Galvatron

Swarms - Pytorch


Keywords
artificial, intelligence, deep, learning, optimizers, Prompt, Engineering
License
MIT
Install
pip install Galvatron==0.0.3

Documentation

Galvatron

Galvatron is a multi-modal conversational model that leverages the power of MPT-30B, and multi-modal adapters to process a variety of input modalities. Built on a robust framework, Galvatron allows you to easily integrate language models with other multi-modal adapters and fine-tune them on multi-modal instruction tuning datasets.

Table of Contents

Features

  • Uses MPT30b, a highly capable language model developed by MosaicML.
  • Supports Multi-Modal input processing with various adapters.
  • Aims to facilitate more human-like conversations with AI.

Installation

You can install Galvatron by two methods - using pip, or by cloning the repository from GitHub.

Pip Install

You can install Galvatron using pip as follows:

pip install Galvatron

Clone the Repository

To clone the Galvatron repository from GitHub, use the following commands:

git clone https://github.com/kyegomez/Galvatron.git
cd Galvatron
pip install -e .

Quickstart

To get started with Galvatron, please refer to the example given below:

from galvatron import GalvatronBaseLM

galvatron = GalvatronBaseLM(use_4bit_quantization=True)
text = "What is your theory of everything?"
response = galvatron.generate(text)
print(response)

Documentation

We're extending the GalvatronBaseLM class to incorporate various types of input (text, image, audio, etc.) and generate an output.

Here's a more detailed explanation and some usage examples:

GalvatronBaseLM:

This class initializes a large language model, specifically MosaicML's mpt-30b-chat, with optional 4-bit quantization. It also incorporates several additional training efficiency features such as FlashAttention, ALiBi, and QK LayerNorm.

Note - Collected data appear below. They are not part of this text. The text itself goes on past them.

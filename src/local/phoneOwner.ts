import { useSyncExternalStore } from 'react';

/**
 * The person whose data this phone holds: the last one to sign in, until they sign out. A phone
 * is often shared on the field, so everything stored is theirs alone: when someone else signs in
 * (even without a sign-out before, say after a sign-in ran out), the previous person's data goes
 * first, and a sign-out takes it all. Changes not yet on the server stay, hidden (see forgetOthers).
 */
const OWNER_KEY = 'ringcall.owner';
/** Keys in localStorage that hold one person's data (the query cache, the pad's last end). */
const PERSONAL_KEYS = ['ringcall.query-cache', 'ringcall.pad-end.'];

const listeners = new Set<() => void>();
let forgetting: Promise<void> = Promise.resolve();

const hasStorage = () => typeof localStorage !== 'undefined';

function readOwner(): number | undefined {
  const raw = hasStorage() ? localStorage.getItem(OWNER_KEY) : null;
  return raw === null || !/^\d+$/.test(raw) ? undefined : Number(raw);
}

let owner = readOwner();

export const phoneOwner = (): number | undefined => owner;

/** Called (synchronously) whenever the owner changes, here or in another tab: drop what is in memory. */
export function onOwnerChange(listener: () => void): () => void {
  listeners.add(listener);
  return () => listeners.delete(listener);
}

function removePersonalKeys(): void {
  for (let i = localStorage.length - 1; i >= 0; i -= 1) {
    const key = localStorage.key(i);
    if (key && PERSONAL_KEYS.some((p) => key.startsWith(p))) localStorage.removeItem(key);
  }
}

function changeOwner(next: number | undefined): Promise<void> {
  owner = next;
  if (hasStorage()) {
    removePersonalKeys();
    if (next === undefined) localStorage.removeItem(OWNER_KEY);
    else localStorage.setItem(OWNER_KEY, String(next));
  }
  listeners.forEach((l) => l());
  // One clearing after another, each run even if the one before failed.
  // The database and the clearing (which needs it) are imported here, not at the top: the public
  // results pages read the owner (their query cache is the owner's) without loading Dexie
  // (tests/client/publicFirstLoad.test.ts).
  forgetting = forgetting
    .catch(() => undefined)
    .then(async () => {
      const [{ localDb }, { forgetOthers }] = await Promise.all([import('./db'), import('./forgetOthers')]);
      await forgetOthers(localDb(), next);
    });
  return forgetting;
}

/** Someone signed in: if the phone holds another person's data, it goes before anything is shown. */
export function claimPhone(userId: number): void {
  if (owner !== userId) void changeOwner(userId).catch(() => undefined);
}

/** Sign-out: the person's data leaves the phone (their changes not yet on the server stay, hidden). */
export const releasePhone = (): Promise<void> => changeOwner(undefined);

/** Resolves once the last change of owner has cleared the phone: sync waits for it. */
export const ownerSettled = (): Promise<void> => forgetting.catch(() => undefined);

export const usePhoneOwner = (): number | undefined =>
  useSyncExternalStore(onOwnerChange, phoneOwner, phoneOwner);

if (typeof window !== 'undefined') {
  // Another tab changed the person: this tab drops what it holds in memory too.
  window.addEventListener('storage', (event) => {
    if (event.key !== OWNER_KEY) return;
    owner = readOwner();
    listeners.forEach((l) => l());
  });
}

galvatron = GalvatronBaseLM(use_4bit_quantization=True)
text = "What is your theory of everything"
response = galvatron.generate(text)
print(response)

Galvatron:

Galvatron extends GalvatronBaseLM by incorporating an imagebinding model, allowing the processing of multimodal inputs. Currently, it handles text, image, and audio input, transforming them into a format suitable for the language model to generate a response.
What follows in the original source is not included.